• [Your objective]:
Below are entries. Pull out all lines containing "pipe".

• [Entries provided]:
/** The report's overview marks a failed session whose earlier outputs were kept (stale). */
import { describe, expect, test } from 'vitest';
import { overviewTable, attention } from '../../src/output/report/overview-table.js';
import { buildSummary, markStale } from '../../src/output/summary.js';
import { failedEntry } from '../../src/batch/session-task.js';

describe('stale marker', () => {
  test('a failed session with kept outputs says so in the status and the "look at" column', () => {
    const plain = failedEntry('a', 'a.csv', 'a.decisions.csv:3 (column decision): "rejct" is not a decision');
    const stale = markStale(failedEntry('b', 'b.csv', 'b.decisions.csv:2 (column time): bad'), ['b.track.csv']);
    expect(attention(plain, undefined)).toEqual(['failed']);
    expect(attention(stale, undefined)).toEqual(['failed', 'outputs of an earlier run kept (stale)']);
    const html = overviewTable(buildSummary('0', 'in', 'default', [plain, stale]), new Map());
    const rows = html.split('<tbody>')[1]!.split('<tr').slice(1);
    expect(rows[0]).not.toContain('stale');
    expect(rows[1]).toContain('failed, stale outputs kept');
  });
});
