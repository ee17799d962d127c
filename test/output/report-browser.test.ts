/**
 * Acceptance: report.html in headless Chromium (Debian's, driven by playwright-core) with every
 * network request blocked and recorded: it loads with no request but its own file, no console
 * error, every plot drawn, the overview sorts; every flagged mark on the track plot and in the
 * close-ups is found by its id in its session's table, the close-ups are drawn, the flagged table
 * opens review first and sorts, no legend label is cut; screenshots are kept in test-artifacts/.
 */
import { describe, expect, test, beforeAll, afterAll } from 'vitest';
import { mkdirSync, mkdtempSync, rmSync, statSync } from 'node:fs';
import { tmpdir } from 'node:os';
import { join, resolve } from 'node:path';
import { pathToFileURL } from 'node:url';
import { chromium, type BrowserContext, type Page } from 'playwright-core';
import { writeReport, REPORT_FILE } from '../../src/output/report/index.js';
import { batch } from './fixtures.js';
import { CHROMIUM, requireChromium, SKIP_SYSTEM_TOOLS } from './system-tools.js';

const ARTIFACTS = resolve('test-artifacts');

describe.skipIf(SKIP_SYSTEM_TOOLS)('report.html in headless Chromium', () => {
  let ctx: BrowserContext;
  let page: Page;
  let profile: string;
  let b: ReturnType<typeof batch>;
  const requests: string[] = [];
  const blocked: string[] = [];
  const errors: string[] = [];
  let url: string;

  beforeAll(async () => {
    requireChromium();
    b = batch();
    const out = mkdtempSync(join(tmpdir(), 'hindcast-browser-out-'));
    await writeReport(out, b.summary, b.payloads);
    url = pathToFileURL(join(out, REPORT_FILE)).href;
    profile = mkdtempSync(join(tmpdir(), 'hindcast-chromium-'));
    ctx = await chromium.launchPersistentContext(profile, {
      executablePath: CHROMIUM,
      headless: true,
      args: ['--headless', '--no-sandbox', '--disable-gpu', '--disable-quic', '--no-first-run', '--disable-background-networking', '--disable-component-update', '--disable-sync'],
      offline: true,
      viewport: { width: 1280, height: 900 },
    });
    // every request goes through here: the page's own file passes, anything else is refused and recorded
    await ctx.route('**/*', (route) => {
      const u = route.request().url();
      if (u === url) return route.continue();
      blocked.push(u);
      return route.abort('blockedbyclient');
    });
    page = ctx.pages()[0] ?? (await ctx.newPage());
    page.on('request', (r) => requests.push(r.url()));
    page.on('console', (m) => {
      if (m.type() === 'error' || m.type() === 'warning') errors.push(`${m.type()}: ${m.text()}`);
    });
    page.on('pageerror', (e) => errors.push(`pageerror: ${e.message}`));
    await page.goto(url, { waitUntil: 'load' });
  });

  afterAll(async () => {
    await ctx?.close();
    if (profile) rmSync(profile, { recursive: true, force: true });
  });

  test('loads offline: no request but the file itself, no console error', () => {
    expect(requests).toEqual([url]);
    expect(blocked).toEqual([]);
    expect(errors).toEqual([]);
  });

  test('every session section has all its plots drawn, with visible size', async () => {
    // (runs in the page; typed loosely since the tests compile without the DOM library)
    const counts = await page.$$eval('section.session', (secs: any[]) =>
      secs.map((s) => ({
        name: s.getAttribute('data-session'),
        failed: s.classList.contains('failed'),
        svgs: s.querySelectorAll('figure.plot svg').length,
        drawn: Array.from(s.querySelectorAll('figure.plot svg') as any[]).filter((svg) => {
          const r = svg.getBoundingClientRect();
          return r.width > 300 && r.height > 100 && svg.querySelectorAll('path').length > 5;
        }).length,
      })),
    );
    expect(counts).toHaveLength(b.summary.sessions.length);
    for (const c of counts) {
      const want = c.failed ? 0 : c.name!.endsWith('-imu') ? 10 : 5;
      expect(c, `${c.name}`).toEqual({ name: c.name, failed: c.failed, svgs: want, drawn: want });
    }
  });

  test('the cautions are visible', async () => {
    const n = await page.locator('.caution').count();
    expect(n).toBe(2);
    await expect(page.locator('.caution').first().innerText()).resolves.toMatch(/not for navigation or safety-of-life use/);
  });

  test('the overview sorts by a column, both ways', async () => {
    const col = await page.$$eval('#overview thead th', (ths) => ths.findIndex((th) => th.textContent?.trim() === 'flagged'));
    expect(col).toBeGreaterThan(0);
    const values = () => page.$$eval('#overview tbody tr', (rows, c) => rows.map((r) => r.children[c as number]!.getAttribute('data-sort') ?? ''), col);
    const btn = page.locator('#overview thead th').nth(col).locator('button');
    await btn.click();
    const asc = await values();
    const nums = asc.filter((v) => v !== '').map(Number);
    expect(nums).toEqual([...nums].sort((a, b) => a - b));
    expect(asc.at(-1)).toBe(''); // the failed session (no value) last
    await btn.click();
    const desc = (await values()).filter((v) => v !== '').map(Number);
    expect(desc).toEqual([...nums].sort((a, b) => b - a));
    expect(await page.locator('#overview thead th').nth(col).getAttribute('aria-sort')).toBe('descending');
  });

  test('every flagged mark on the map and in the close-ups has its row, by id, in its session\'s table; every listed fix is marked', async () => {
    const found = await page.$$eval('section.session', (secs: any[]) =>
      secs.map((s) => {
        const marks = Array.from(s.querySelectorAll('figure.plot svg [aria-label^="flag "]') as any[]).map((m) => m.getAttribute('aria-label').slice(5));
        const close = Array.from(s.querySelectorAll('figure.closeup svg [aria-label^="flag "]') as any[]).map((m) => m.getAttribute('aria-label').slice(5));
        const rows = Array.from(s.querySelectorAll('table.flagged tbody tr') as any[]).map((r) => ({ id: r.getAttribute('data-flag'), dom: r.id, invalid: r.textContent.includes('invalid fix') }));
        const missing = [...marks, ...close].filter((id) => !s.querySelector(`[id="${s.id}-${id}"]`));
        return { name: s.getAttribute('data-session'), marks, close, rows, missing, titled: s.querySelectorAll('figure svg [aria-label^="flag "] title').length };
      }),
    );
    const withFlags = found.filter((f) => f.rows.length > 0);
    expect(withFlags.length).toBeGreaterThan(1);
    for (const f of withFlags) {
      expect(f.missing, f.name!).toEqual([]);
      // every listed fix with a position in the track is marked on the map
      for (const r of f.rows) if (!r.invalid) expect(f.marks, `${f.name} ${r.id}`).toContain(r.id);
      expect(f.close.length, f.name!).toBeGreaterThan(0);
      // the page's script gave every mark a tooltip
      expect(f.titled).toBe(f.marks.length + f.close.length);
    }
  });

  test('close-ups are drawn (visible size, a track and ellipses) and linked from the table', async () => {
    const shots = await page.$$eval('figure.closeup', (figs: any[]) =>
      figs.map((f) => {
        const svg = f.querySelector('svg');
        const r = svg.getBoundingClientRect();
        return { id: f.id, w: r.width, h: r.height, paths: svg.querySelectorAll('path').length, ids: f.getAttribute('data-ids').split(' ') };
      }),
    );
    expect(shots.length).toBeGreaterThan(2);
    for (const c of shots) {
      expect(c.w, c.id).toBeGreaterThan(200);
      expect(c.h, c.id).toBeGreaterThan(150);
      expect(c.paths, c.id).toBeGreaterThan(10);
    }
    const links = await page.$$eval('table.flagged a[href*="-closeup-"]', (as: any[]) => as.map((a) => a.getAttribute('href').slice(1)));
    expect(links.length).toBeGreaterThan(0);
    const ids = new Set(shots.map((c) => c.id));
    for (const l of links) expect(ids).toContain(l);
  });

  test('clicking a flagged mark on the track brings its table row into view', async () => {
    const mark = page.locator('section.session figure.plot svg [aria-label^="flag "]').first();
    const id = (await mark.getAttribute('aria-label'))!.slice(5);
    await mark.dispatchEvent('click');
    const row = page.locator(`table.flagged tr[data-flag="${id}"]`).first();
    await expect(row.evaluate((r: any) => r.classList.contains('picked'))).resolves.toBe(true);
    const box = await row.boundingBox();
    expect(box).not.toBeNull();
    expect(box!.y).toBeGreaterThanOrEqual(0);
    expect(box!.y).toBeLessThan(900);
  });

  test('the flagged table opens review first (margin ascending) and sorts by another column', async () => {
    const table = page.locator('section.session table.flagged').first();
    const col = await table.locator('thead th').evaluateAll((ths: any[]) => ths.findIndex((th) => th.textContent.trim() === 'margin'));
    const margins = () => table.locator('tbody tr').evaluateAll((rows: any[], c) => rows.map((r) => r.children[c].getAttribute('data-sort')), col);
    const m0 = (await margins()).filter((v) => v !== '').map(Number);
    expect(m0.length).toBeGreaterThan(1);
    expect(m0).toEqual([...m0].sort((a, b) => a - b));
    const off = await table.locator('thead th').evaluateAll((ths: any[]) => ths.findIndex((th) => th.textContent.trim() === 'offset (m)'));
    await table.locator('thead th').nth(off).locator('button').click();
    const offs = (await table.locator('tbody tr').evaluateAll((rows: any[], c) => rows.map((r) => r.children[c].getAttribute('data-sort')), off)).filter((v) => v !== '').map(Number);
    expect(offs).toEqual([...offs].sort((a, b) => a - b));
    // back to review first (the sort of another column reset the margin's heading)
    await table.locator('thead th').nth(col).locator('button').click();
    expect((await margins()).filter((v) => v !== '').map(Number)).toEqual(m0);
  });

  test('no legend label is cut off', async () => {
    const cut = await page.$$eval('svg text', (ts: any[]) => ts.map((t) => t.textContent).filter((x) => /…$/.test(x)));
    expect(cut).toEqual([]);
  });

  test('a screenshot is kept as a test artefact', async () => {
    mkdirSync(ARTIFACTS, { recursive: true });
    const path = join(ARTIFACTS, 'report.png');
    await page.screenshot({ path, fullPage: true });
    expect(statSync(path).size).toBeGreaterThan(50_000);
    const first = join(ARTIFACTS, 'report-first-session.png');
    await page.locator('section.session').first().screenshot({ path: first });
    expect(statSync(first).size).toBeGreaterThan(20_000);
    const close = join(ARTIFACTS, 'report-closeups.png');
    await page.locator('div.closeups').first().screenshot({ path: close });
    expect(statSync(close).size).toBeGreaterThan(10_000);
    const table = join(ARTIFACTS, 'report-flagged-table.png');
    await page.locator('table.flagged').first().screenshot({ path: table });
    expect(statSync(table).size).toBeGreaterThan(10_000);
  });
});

...

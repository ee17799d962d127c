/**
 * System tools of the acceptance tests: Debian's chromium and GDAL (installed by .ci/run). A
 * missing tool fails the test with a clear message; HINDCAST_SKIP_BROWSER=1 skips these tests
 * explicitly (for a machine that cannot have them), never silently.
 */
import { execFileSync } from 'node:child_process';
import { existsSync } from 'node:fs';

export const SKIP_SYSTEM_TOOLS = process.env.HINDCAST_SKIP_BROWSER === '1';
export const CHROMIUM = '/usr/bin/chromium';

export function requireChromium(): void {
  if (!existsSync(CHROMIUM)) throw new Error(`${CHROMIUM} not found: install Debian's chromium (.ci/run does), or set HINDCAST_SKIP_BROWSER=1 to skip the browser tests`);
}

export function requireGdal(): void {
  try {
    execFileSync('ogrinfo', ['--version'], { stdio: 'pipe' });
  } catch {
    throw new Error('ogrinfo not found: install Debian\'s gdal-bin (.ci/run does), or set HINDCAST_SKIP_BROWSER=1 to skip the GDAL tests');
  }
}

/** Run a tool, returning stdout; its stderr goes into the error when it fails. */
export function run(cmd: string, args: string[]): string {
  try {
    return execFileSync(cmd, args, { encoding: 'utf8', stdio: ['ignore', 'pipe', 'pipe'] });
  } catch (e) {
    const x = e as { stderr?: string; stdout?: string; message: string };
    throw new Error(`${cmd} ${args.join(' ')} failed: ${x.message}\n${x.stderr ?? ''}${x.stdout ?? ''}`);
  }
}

--

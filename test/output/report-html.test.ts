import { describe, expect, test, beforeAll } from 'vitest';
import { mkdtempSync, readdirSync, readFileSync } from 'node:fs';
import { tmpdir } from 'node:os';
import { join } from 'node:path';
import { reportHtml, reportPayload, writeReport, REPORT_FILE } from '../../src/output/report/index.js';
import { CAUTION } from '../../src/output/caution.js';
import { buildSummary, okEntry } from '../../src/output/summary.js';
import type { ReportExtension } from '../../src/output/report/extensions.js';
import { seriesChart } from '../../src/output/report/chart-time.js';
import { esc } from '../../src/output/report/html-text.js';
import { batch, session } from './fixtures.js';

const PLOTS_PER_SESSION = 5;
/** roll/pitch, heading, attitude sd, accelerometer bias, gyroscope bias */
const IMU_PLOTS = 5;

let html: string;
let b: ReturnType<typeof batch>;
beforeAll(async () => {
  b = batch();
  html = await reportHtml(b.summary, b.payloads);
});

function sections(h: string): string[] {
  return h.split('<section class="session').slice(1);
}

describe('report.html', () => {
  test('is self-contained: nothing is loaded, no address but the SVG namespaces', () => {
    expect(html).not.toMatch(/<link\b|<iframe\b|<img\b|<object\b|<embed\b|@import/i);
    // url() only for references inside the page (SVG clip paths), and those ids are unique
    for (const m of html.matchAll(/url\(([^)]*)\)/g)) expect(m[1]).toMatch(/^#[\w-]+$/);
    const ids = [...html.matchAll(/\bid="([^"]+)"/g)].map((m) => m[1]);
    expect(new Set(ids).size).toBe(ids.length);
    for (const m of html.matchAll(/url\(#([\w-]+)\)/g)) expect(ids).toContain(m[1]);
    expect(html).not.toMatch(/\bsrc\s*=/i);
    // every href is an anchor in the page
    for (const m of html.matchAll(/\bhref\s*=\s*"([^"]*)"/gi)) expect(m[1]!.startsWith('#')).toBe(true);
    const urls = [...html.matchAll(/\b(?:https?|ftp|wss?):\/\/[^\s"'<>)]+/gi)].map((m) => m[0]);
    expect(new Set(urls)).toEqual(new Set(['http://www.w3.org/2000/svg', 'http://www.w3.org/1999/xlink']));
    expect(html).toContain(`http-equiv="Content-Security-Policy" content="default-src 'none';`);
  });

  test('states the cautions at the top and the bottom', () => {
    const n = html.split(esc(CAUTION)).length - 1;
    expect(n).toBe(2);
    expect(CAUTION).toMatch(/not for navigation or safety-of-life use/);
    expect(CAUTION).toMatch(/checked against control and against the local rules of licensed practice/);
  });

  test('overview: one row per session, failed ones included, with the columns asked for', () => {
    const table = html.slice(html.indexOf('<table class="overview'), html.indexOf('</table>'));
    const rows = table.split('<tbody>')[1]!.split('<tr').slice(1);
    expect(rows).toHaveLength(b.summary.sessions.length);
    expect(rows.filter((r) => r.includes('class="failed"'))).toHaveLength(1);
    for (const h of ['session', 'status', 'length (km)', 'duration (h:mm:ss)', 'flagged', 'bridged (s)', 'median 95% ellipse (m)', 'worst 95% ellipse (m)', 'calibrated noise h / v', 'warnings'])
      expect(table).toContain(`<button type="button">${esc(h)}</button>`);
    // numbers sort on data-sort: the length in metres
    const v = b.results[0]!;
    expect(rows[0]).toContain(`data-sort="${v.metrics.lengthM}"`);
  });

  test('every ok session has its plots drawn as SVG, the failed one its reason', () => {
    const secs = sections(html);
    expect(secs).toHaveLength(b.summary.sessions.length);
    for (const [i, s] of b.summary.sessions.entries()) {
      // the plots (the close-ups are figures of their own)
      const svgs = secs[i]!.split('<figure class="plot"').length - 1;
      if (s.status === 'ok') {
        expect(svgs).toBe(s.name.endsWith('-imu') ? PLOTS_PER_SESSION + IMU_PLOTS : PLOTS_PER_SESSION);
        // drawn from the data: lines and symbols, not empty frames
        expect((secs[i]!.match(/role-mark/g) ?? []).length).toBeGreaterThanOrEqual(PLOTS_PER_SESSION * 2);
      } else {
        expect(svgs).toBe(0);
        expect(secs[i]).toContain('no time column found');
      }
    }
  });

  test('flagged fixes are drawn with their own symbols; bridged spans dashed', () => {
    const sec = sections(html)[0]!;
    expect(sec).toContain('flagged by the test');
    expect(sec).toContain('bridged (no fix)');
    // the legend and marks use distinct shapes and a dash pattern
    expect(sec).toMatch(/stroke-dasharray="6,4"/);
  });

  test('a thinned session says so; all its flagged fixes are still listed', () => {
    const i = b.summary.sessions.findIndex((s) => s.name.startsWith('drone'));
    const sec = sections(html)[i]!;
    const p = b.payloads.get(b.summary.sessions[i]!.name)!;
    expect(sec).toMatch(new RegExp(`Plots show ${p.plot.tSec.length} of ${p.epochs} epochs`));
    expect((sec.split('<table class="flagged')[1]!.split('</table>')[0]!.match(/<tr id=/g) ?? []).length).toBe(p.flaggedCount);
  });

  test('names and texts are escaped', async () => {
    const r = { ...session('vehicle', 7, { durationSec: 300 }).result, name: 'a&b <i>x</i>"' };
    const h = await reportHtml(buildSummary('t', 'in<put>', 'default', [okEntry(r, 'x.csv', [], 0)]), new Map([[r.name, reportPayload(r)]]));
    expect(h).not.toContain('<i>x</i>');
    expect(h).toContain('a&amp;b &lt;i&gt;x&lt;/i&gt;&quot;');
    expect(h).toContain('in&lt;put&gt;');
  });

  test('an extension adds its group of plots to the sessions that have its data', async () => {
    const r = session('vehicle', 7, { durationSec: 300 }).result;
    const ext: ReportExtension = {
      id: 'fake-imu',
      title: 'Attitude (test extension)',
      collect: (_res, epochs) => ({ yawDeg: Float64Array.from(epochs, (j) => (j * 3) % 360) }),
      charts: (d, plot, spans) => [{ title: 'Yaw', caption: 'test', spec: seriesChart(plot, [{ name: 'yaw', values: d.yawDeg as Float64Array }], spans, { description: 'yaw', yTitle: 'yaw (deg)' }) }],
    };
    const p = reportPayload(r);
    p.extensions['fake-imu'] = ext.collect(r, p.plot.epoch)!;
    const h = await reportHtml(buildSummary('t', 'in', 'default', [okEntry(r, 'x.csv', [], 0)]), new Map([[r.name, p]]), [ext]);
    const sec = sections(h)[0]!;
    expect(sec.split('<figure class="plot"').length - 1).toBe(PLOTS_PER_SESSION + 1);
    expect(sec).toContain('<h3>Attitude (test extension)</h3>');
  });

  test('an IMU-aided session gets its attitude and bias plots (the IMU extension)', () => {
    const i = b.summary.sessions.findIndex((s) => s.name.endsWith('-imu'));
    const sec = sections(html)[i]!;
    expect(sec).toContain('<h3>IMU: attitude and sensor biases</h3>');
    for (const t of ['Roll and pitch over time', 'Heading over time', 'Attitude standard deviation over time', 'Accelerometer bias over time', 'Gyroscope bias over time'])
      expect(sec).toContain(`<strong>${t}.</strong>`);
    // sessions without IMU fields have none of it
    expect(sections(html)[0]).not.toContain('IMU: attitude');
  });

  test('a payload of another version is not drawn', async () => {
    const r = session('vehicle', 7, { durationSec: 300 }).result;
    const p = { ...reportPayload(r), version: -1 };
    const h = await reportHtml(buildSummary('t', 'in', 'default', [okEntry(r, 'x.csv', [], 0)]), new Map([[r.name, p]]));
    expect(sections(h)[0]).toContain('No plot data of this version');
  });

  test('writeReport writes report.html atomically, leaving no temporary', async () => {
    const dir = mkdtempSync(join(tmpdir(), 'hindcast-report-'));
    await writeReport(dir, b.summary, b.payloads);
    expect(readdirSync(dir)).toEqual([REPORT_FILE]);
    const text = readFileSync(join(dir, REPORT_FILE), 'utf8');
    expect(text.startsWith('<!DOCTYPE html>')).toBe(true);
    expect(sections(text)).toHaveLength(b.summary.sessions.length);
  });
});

• [Solution to this task]:
    execFileSync('ogrinfo', ['--version'], { stdio: 'pipe' });
    return execFileSync(cmd, args, { encoding: 'utf8', stdio: ['ignore', 'pipe', 'pipe'] });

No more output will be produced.